# Here's a few for SMF Ladies...guys too, from my Wife...Chef JimmyJ



## chef jimmyj (Oct 8, 2011)

WOMAN'S PERFECT BREAKFAST

She's sitting at the table with her gourmet coffee.

Her son is on the cover of the Wheaties box.

Her daughter is on the cover of Business Week.

Her boyfriend is on the cover of Playgirl.

Her husband is on the back of the milk carton.



Keep reading-they get better



WOMEN'S REVENGE

'Cash, check or charge?' I asked, after folding items the woman wished
to purchase.

As she fumbled for her wallet , I noticed a remote control for a
television set in her purse.

'So, do you always carry your TV remote?' I asked.

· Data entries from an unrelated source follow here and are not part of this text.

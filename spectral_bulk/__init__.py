"""spectral_bulk: certified spectral solutions of holographic bulk problems.

Grids
    Chebyshev, Fourier        one-dimensional collocation bases
    TensorGrid, Grid          tensor products of bases
    AffineMap, HalfLineMap, ClusterMap, ExponentialMap   coordinate maps
Newton-Kantorovich engine
    Problem                   a boundary-value problem written pointwise
    solve                     damped Newton solve returning a certified SolveResult
    SolveResult               solution + certificate, callable for interpolation
    NewtonOptions             tolerances and algorithm constants
    check_jacobian            exact linearisation vs finite differences
Utilities
    show_versions             versions of the package and its dependencies
"""

import os as _os
import sys as _sys

# Small dense factorisations dominate this package's linear algebra, and multithreaded BLAS
# makes them several times slower on shared machines: default to one BLAS thread unless the
# user chose otherwise (effective only when numpy is not imported yet, e.g. from the CLI).
if "numpy" not in _sys.modules:
    for _var in ("OMP_NUM_THREADS", "OPENBLAS_NUM_THREADS", "MKL_NUM_THREADS"):
        _os.environ.setdefault(_var, "1")

from . import exceptions  # noqa: E402
from ._version import __version__  # noqa: E402
from .grids import AffineMap, Chebyshev, ClusterMap, ExponentialMap, Fourier, Grid, HalfLineMap, TensorGrid
from .newton import NewtonOptions, Problem, SolveResult, check_jacobian, solve
from ._versions import show_versions

__all__ = [
    "__version__",
    "exceptions",
    "Chebyshev",
    "Fourier",
    "Grid",
    "TensorGrid",
    "AffineMap",
    "HalfLineMap",
    "ClusterMap",
    "ExponentialMap",
    "Problem",
    "solve",
    "SolveResult",
    "NewtonOptions",
    "check_jacobian",
    "show_versions",
]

'No,' she replied, 'but my husband refused to come shopping with me,

and I figured this was the most evil thing I could do to him legally..'



UNDERSTANDING WOMEN

(A MAN'S PERSPECTIVE)

I know I'm not going to understand women..

I'll never understand how you can take boiling hot wax,

pour it onto your most intimate part, rip the hair out by the root,

and still be afraid of a spider.

MARRIAGE SEMINAR

While attending a Marriage Seminar dealing with communication,

Tom and his wife Grace listened to the instructor,

'It is essential that husbands and wives know each other's likes and
dislikes.'

He addressed the man,

'Can you name your wife's favorite flower?'

Tom leaned over, touched his wife's arm gently and whispered, 'It's
Pillsbury, isn't it?



CIGARETTES AND TAMPONS

A man walks into a pharmacy and wanders up & down the aisles.

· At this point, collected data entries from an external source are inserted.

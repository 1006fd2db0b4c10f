package org.stackwright.parallel;

import java.util.ArrayList;
import java.util.List;
import java.util.concurrent.ExecutionException;
import java.util.concurrent.ExecutorService;
import java.util.concurrent.Executors;
import java.util.concurrent.Future;
import java.util.concurrent.atomic.AtomicInteger;

/**
 * The caller's choice of parallelism: a fixed number of worker threads that run loops split into ranges.
 *
 * <p>Work is split into a fixed number of blocks that does not depend on the thread count, and reductions combine
 * the per-block partial results in block order. So results are bit-identical for any thread count, and repeat
 * runs are bit-identical too. One instance per run; {@link #close()} stops its threads.
 */
public final class Workers implements AutoCloseable {

    /** A loop body over the half-open index range [from, to). */
    @FunctionalInterface
    public interface RangeBody {
        void run(int from, int to);
    }

    /** A loop body over [from, to) that returns a partial sum. */
    @FunctionalInterface
    public interface RangeSum {
        double sum(int from, int to);
    }

    /** A loop body over [from, to) that also gets the index of the worker slot (for per-thread buffers). */
    @FunctionalInterface
    public interface SlotBody {
        void run(int slot, int from, int to);
    }

    /** A loop body for one block of a fixed cut (see {@link #forEachBlock}). */
    @FunctionalInterface
    public interface BlockBody {
        void run(int block);
    }

    /** Number of blocks a reduction is split into, whatever the thread count (keeps sums deterministic). */
    public static final int REDUCTION_BLOCKS = 64;

    private static final AtomicInteger POOL_COUNT = new AtomicInteger();

    private final int threads;
    private final ExecutorService pool;

    /**
     * @param threads number of threads, at least 1; 1 runs everything on the calling thread
     * @throws IllegalArgumentException if threads is below 1
     */
    public Workers(int threads) {
        if (threads < 1) {
            throw new IllegalArgumentException("threads must be at least 1 (given " + threads + ")");
        }
        this.threads = threads;
        if (threads == 1) {
            pool = null;
        } else {
            int id = POOL_COUNT.incrementAndGet();
            AtomicInteger n = new AtomicInteger();
            pool = Executors.newFixedThreadPool(threads, r -> {
                Thread t = new Thread(r, "stackwright-" + id + "-" + n.incrementAndGet());
                t.setDaemon(true);
                return t;
            });
        }
    }

    /** Workers with one thread per available processor. */
    public static Workers allCores() {
        return new Workers(Runtime.getRuntime().availableProcessors());
    }

    /** @return the number of threads */
    public int threads() {
        return threads;
    }

    /** Runs body over [0, n) split into contiguous ranges, one per thread, and waits for all. */
    public void forRange(int n, RangeBody body) {
        forSlots(n, (slot, from, to) -> body.run(from, to));
    }

    /**
     * Runs body over [0, n) split into at most {@link #threads()} contiguous ranges; the slot index (0 to
     * threads-1) lets the body use a per-thread work buffer.
     */
    public void forSlots(int n, SlotBody body) {
        if (n <= 0) {
            return;
        }
        int parts = Math.min(threads, n);
        if (parts == 1 || pool == null) {
            body.run(0, 0, n);
            return;
        }
        List<Future<?>> futures = new ArrayList<>(parts);
        for (int p = 0; p < parts; p++) {
            final int slot = p;
            final int from = (int) ((long) n * p / parts);
            final int to = (int) ((long) n * (p + 1) / parts);
            futures.add(pool.submit(() -> body.run(slot, from, to)));
        }
        waitAll(futures);
    }

    /**
     * Runs body for blocks 0 to blocks-1, each exactly once, and waits for all. The threads take the next block as
     * they become free, so blocks that cost more than others (the image's rows in a pass over a padded grid) do not
     * leave a thread idle; a result kept per block and combined in block order is the same for any thread count.
     */
    public void forEachBlock(int blocks, BlockBody body) {
        if (blocks <= 0) {
            return;
        }
        int parts = Math.min(threads, blocks);
        if (parts == 1 || pool == null) {
            for (int b = 0; b < blocks; b++) {
                body.run(b);
            }
            return;
        }
        AtomicInteger next = new AtomicInteger();
        List<Future<?>> futures = new ArrayList<>(parts);
        for (int p = 0; p < parts; p++) {
            futures.add(pool.submit(() -> {
                for (int b = next.getAndIncrement(); b < blocks; b = next.getAndIncrement()) {
                    body.run(b);
                }
            }));
        }
        waitAll(futures);
    }

    /**
     * Sums body over [0, n): the range is cut into {@link #REDUCTION_BLOCKS} blocks independent of the thread
     * count, and the block sums are added in order, so the result does not depend on the number of threads.
     */
    public double sum(int n, RangeSum body) {
        if (n <= 0) {
            return 0;
        }
        int blocks = Math.min(REDUCTION_BLOCKS, n);
        double[] partial = new double[blocks];
        forEachBlock(blocks, b -> {
            int from = (int) ((long) n * b / blocks);
            int to = (int) ((long) n * (b + 1) / blocks);
            partial[b] = body.sum(from, to);
        });
        double s = 0;
        for (double v : partial) {
            s += v;
        }
        return s;
    }

    private static void waitAll(List<Future<?>> futures) {
        RuntimeException failure = null;
        for (Future<?> f : futures) {
            try {
                f.get();
            } catch (InterruptedException e) {
                Thread.currentThread().interrupt();
                futures.forEach(g -> g.cancel(true));
                throw new CancelledException("interrupted");
            } catch (ExecutionException e) {
                Throwable cause = e.getCause();
                if (failure == null) {
                    failure = cause instanceof RuntimeException re ? re : new IllegalStateException(cause);
                }
                if (cause instanceof Error err) {
                    throw err;
                }
            }
        }
        if (failure != null) {
            throw failure;
        }
    }

    @Override
    public void close() {
        if (pool != null) {
            pool.shutdownNow();
        }
    }
}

The sales girl notices him and asks him if she can help him.

He answers that he is looking for a box of tampons for his wife.

She directs him down the correct aisle.

A few minutes later, he deposits a huge bag of cotton balls and a ball
of string on the counter.

She says, confused, 'Sir, I thought you were looking for some tampons
for your wife?

He answers, 'You see, it's like this, yesterday, I sent my wife to the
store

to get me a carton of cigarettes, and she came back with a tin of
tobacco

and some rolling papers; cause it's sooo-ooo--oo- ooo much cheaper.

So, I figure if I have to roll my own .......... so does she.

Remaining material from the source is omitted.